Start of Records shown

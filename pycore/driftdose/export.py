"""Plain-text exports of a reply: results and curves as CSV (stdlib ``csv``).

The page (through the worker) and the command line both use these, so a CSV file is the same
whichever front end wrote it. Header rows name each quantity and its unit. Where a reply holds
several kinds of result or curve (a table of stages, curves on other axes), each kind is
written as its own block with its own header row, blocks separated by an empty line.

Every text cell that a spreadsheet would take for a formula (one beginning with ``=``, ``+``,
``-``, ``@``, a tab or a carriage return: a stage named ``=1+1``, a file named
``+HYPERLINK(...)``) is written with a leading apostrophe, which spreadsheets show as text;
numbers, negative ones included, are written as they are. This is the common practice for CSV
sent to spreadsheets (OWASP, "CSV Injection").
"""

from __future__ import annotations

import csv
import io
import json
import re
from collections.abc import Iterator
from typing import Any

from .unit_labels import unit_text

__all__ = [
    "csv_writer",
    "curve_x",
    "curves_csv",
    "curves_csv_json",
    "results_csv",
    "results_csv_json",
    "safe_cell",
]

_AXIS_KEYS = ("x_label", "x_unit", "y_label", "y_unit")


_FORMULA_START = ("=", "+", "-", "@", "\t", "\r")
_PLAIN_NUMBER = re.compile(r"^[+-]?(?:\d+\.?\d*|\.\d+)(?:[eE][+-]?\d+)?$")


def safe_cell(value: Any) -> Any:
    """Return a CSV cell a spreadsheet will not run as a formula.

    Text beginning with ``= + - @``, a tab or a carriage return gets a leading apostrophe;
    a plain number (``-2.5e-09``) and anything that is not text are returned unchanged.

    Parameters
    ----------
    value : object
        The cell's content.

    Examples
    --------
    >>> safe_cell("=1+1"), safe_cell("-2.5e-09"), safe_cell("@SUM(A1)"), safe_cell("tube")
    ("'=1+1", '-2.5e-09', "'@SUM(A1)", 'tube')

    """
    if isinstance(value, str) and value.startswith(_FORMULA_START):
        if not _PLAIN_NUMBER.match(value):
            return "'" + value
    return value


class _SafeWriter:
    """A ``csv.writer`` that passes every cell through :func:`safe_cell`."""

    def __init__(self, buffer: Any) -> None:
        self._writer = csv.writer(buffer, lineterminator="\r\n")

    def writerow(self, row: Any) -> Any:
        return self._writer.writerow([safe_cell(c) for c in row])

    def writerows(self, rows: Any) -> None:
        for row in rows:
            self.writerow(row)


def csv_writer(buffer: Any) -> _SafeWriter:
    """A CSV writer as every export uses: CRLF line ends, formula-like cells neutralised.

    Parameters
    ----------
    buffer : file-like
        Where the rows are written (a text stream opened with ``newline=""``).
    """
    return _SafeWriter(buffer)


def _writer(buffer: io.StringIO) -> Any:
    return csv_writer(buffer)


def _num(x: Any) -> str:
    if x is None:
        return ""
    if isinstance(x, bool) or not isinstance(x, int | float):
        return str(x)
    return str(x) if isinstance(x, int) else repr(float(x))


def _unit(u: Any) -> str:
    """A unit as a file shows it: a unit code labelled (``um`` -> ``µm``), none for pure numbers."""
    return "" if u is None else unit_text(str(u))


def results_csv(reply: dict[str, Any]) -> str:
    """Results as CSV: quantity, symbol, value, unit, value in SI, SI unit, note.

    Results that are tables themselves (a row per stage, per bin...) follow as blocks.

    Parameters
    ----------
    reply : dict
        A reply of :func:`driftdose.api.handle` (its ``results``).
    """
    buffer = io.StringIO()
    w = _writer(buffer)
    w.writerow(["quantity", "symbol", "value", "unit", "value_si", "si_unit", "note"])
    tables = []
    for row in reply.get("results", {}).values():
        if not isinstance(row, dict) or "label" not in row:
            continue
        if isinstance(row.get("rows"), list):
            tables.append(row)
        elif "text" in row:
            w.writerow([row["label"], "", row["text"], "", "", "", row.get("note", "")])
        elif "value" in row:
            w.writerow(
                [
                    row["label"],
                    row.get("symbol", ""),
                    _num(row["value"]),
                    _unit(row.get("unit")),
                    _num(row.get("si")),
                    _unit(row.get("si_unit")),
                    row.get("note", ""),
                ]
            )
    for table in tables:
        w.writerow([])
        _table_block(w, table)
    return buffer.getvalue()


def _table_block(w: Any, table: dict[str, Any]) -> None:
    """One table result: a column per scalar field, and per listed quantity (with unit)."""
    scalar: list[str] = []
    quantities: list[tuple[str, str]] = []
    for row in table["rows"]:
        for key, value in row.items():
            if key == "quantities" and isinstance(value, list):
                for q in value:
                    head = (q.get("label", ""), _unit(q.get("unit")))
                    if head not in quantities:
                        quantities.append(head)
            elif not isinstance(value, dict | list) and key not in scalar:
                scalar.append(key)
    w.writerow([table["label"]])
    w.writerow(scalar + [f"{label} [{unit}]" if unit else label for label, unit in quantities])
    for row in table["rows"]:
        by_head = {
            (q.get("label", ""), _unit(q.get("unit"))): q.get("value", q.get("text"))
            for q in row.get("quantities", [])
        }
        w.writerow([_num(row.get(k)) for k in scalar] + [_num(by_head.get(h)) for h in quantities])


def curves_csv(reply: dict[str, Any]) -> str:
    """Every plotted curve as CSV: one block per pair of axes (curve, x [unit], y [unit]).

    A curve is a dict with equal-length ``x`` and ``y`` lists (``x`` may name a shared axis of
    ``curves["axes"]``, see :func:`curve_x`); its axis titles and units come
    from the nearest ``x_label``/``x_unit``/``y_label``/``y_unit`` keys (its own or a parent
    group's). Category data (a dict with ``keys`` and metric dicts holding ``y``) is written
    as a block per metric with the categories as rows.

    Parameters
    ----------
    reply : dict
        A reply of :func:`driftdose.api.handle` (its ``curves``).
    """
    buffer = io.StringIO()
    w = _writer(buffer)
    blocks: dict[tuple[str, ...], list[list[str]]] = {}
    curves = reply.get("curves", {})
    for label, x_values, curve, axes in _walk(curves, curves, {}, ""):
        x_head = _head(axes.get("x_label", "x"), axes.get("x_unit"))
        y_head = _head(axes.get("y_label", "y"), axes.get("y_unit"))
        rows = blocks.setdefault(("curve", x_head, y_head), [])
        for x, y in zip(x_values, curve["y"], strict=False):
            rows.append([label, _num(x), _num(y)])
    for header, rows in blocks.items():
        if buffer.tell():
            w.writerow([])
        w.writerow(list(header))
        w.writerows(rows)
    for group in _category_groups(reply.get("curves", {})):
        categories = group.get("regions") or group["keys"]
        for metric in group.values():
            if not (isinstance(metric, dict) and isinstance(metric.get("y"), list)):
                continue
            if buffer.tell():
                w.writerow([])
            unit = metric.get("unit", "")
            header = ["category", _head(metric.get("label", "value"), unit)]
            if isinstance(metric.get("per_hour"), list):
                per_hour = str(
                    metric.get("per_hour_label") or f"{metric.get('label', 'value')}, per hour"
                )
                header.append(_head(per_hour, f"{unit}/h" if unit else ""))
            w.writerow(header)
            for i, name in enumerate(categories):
                row = [name, _num(metric["y"][i])]
                if len(header) == 3:
                    row.append(_num(metric["per_hour"][i]))
                w.writerow(row)
    if not buffer.tell():
        w.writerow(["curve", "x", "y"])
    return buffer.getvalue()


def curve_x(curves: dict[str, Any], curve: dict[str, Any]) -> list[Any] | None:
    """The x values of one curve of a reply: its own list, or the shared axis it names.

    A reply sends an x array shared by several curves once, in ``curves["axes"]``, and each of
    those curves names it (``"x": "diameter"``); a curve with x values of its own carries the
    list. Anything else (an unknown name, a non-list) gives None.

    Parameters
    ----------
    curves : dict
        The reply's ``curves`` object (holding ``axes``).
    curve : dict
        One curve (``x``, ``y``).

    Returns
    -------
    list or None
        The x values.
    """
    x = curve.get("x")
    if isinstance(x, str):
        axes = curves.get("axes") if isinstance(curves, dict) else None
        x = axes.get(x) if isinstance(axes, dict) else None
    return x if isinstance(x, list) else None


def _head(label: str, unit: Any) -> str:
    unit = _unit(unit)
    return f"{label} [{unit}]" if unit else str(label)


def _walk(
    node: Any, curves: dict[str, Any], axes: dict[str, Any], name: str
) -> Iterator[tuple[str, list[Any], dict, dict]]:
    if isinstance(node, list):
        for i, item in enumerate(node):
            yield from _walk(item, curves, axes, f"{name} {i + 1}".strip())
        return
    if not isinstance(node, dict):
        return
    axes = {**axes, **{k: node[k] for k in _AXIS_KEYS if isinstance(node.get(k), str)}}
    x, y = curve_x(curves, node), node.get("y")
    if isinstance(x, list) and isinstance(y, list) and len(x) == len(y):
        yield str(node.get("label", name)), x, node, axes
        return
    for key, value in node.items():
        if isinstance(value, dict | list) and key not in ("keys", "regions", "axes"):
            yield from _walk(value, curves, axes, key)


def _category_groups(node: Any) -> Iterator[dict[str, Any]]:
    if isinstance(node, dict):
        if isinstance(node.get("keys"), list):
            yield node
            return
        for value in node.values():
            yield from _category_groups(value)


def results_csv_json(reply_json: str) -> str:
    """:func:`results_csv` of a reply given as JSON text (the browser worker's form).

    Parameters
    ----------
    reply_json : str
        The reply as JSON text.
    """
    return results_csv(json.loads(reply_json))


def curves_csv_json(reply_json: str) -> str:
    """:func:`curves_csv` of a reply given as JSON text (the browser worker's form).

    Parameters
    ----------
    reply_json : str
        The reply as JSON text.
    """
    return curves_csv(json.loads(reply_json))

End of Records shown

Pull out every line holding "given" from the records above, and copy it.

#### [Expected answer]
    """:func:`results_csv` of a reply given as JSON text (the browser worker's form).
    """:func:`curves_csv` of a reply given as JSON text (the browser worker's form).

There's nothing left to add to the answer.